A Long Way to Go: Investigating Length Correlations in RLHF

Prasann Singhal,Tanya Goyal,Jiacheng Xu,Greg Durrett
2024-07-11
Abstract:Great success has been reported using Reinforcement Learning from Human Feedback (RLHF) to align large language models, with open preference datasets enabling wider experimentation, particularly for "helpfulness" in tasks like dialogue and web question answering. Alongside these improvements, however, RLHF also often drives models to produce longer outputs. This paper demonstrates, on three diverse settings, that optimizing for response length is, much more than previously thought, a significant factor behind RLHF. Studying the strategies RL optimization uses to maximize reward, we find improvements in reward to largely be driven by increasing response length, instead of other features. Indeed, we find that even a purely length-based reward reproduces most downstream RLHF improvements over supervised fine-tuned models. Testing a comprehensive set of length-countering interventions, we identify the dominant source of these biases to be reward models, which, by studying training dynamics, we find are non-robust and easily influenced by length biases in preference data.

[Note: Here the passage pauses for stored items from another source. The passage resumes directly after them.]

/// <reference types="fhir" />
/**
 * FHIR R4 resource shapes used by the export. The installed @types/fhir (3.0.2) describes
 * STU3, whose datatypes (Coding, CodeableConcept, Quantity, SampledData, Reference, Period,
 * Identifier) are unchanged in R4 and are used from it; the resources below differ in R4
 * (e.g. Observation.encounter instead of .context; Condition.clinicalStatus is a
 * CodeableConcept), so they are declared here after the R4 specification (hl7.org/fhir/R4).
 */
export type Coding = fhir.Coding;
export type CodeableConcept = fhir.CodeableConcept;
export type Quantity = fhir.Quantity;
export type Reference = fhir.Reference;
export type Period = fhir.Period;
export type Identifier = fhir.Identifier;
export type SampledData = fhir.SampledData;

interface Base<T extends string> {
  resourceType: T;
  id?: string;
  identifier?: Identifier[];
}

export interface Patient extends Base<'Patient'> {
  active?: boolean;
}

export interface Encounter extends Base<'Encounter'> {
  status:
    | 'planned'
    | 'arrived'
    | 'triaged'
    | 'in-progress'
    | 'onleave'
    | 'finished'
    | 'cancelled'
    | 'entered-in-error'
    | 'unknown';
  class: Coding;
  subject?: Reference;
  period?: Period;
  location?: { location: Reference }[];
  serviceProvider?: Reference;
}

export interface Location extends Base<'Location'> {
  name?: string;
  description?: string;
  managingOrganization?: Reference;
}

export interface Organization extends Base<'Organization'> {
  name?: string;
}

export interface Observation extends Base<'Observation'> {
  status:
    | 'registered'
    | 'preliminary'
    | 'final'
    | 'amended'
    | 'corrected'
    | 'cancelled'
    | 'entered-in-error'
    | 'unknown';
  code: CodeableConcept;
  subject?: Reference;
  encounter?: Reference;
  effectiveDateTime?: string;
  effectivePeriod?: Period;
  valueQuantity?: Quantity;
  valueSampledData?: SampledData;
  method?: CodeableConcept;
  note?: { text: string }[];
}

export interface Procedure extends Base<'Procedure'> {
  status:
    | 'preparation'
    | 'in-progress'
    | 'not-done'
    | 'on-hold'
    | 'stopped'
    | 'completed'
    | 'entered-in-error'
    | 'unknown';
  code?: CodeableConcept;
  subject: Reference;
  encounter?: Reference;
  performedDateTime?: string;
  performedPeriod?: Period;
  note?: { text: string }[];
}

export interface MedicationAdministration extends Base<'MedicationAdministration'> {
  status:
    | 'in-progress'
    | 'not-done'
    | 'on-hold'
    | 'completed'
    | 'entered-in-error'
    | 'stopped'
    | 'unknown';
  medicationCodeableConcept: CodeableConcept;
  subject: Reference;
  context?: Reference;
  effectiveDateTime: string;
  dosage?: { route?: CodeableConcept; dose?: Quantity; text?: string };
}

export interface Condition extends Base<'Condition'> {
  clinicalStatus?: CodeableConcept;
  verificationStatus?: CodeableConcept;
  code?: CodeableConcept;
  subject: Reference;
  encounter?: Reference;
  onsetDateTime?: string;
  abatementDateTime?: string;
}

export type Resource =
  | Patient
  | Encounter
  | Location
  | Organization
  | Observation
  | Procedure
  | MedicationAdministration
  | Condition;

export interface Bundle {
  resourceType: 'Bundle';
  id?: string;
  identifier?: Identifier;
  type: 'collection';
  timestamp?: string;
  entry: { fullUrl: string; resource: Resource }[];
}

Computation and Language,Machine Learning
What problem does this paper attempt to address?
This paper addresses a problem in training large-scale language models using reinforcement learning from human feedback (RLHF), which is that the models tend to generate longer outputs. Despite the improvement in "helpfulness" in tasks such as dialogue and question answering, the research found that reward optimization is primarily driven by response length rather than other features. The paper demonstrates this through three different setups (WebGPT, Stack, and RLCD) and points out that the reward models are easily influenced by length bias in preference data rather than capturing true human preferences. Experiments show that even reward based solely on length can reproduce most of the improvements from RLHF. The authors also test a range of interventions against length bias and find that no single strategy is effective for all setups, but these interventions can adjust the length to be close to the base model without sacrificing performance in some cases. The research findings reveal that the current reward models only capture superficial aspects of human preferences and raise doubts about the "improvements" in PPO, while also highlighting the need for better preference data and downstream evaluation.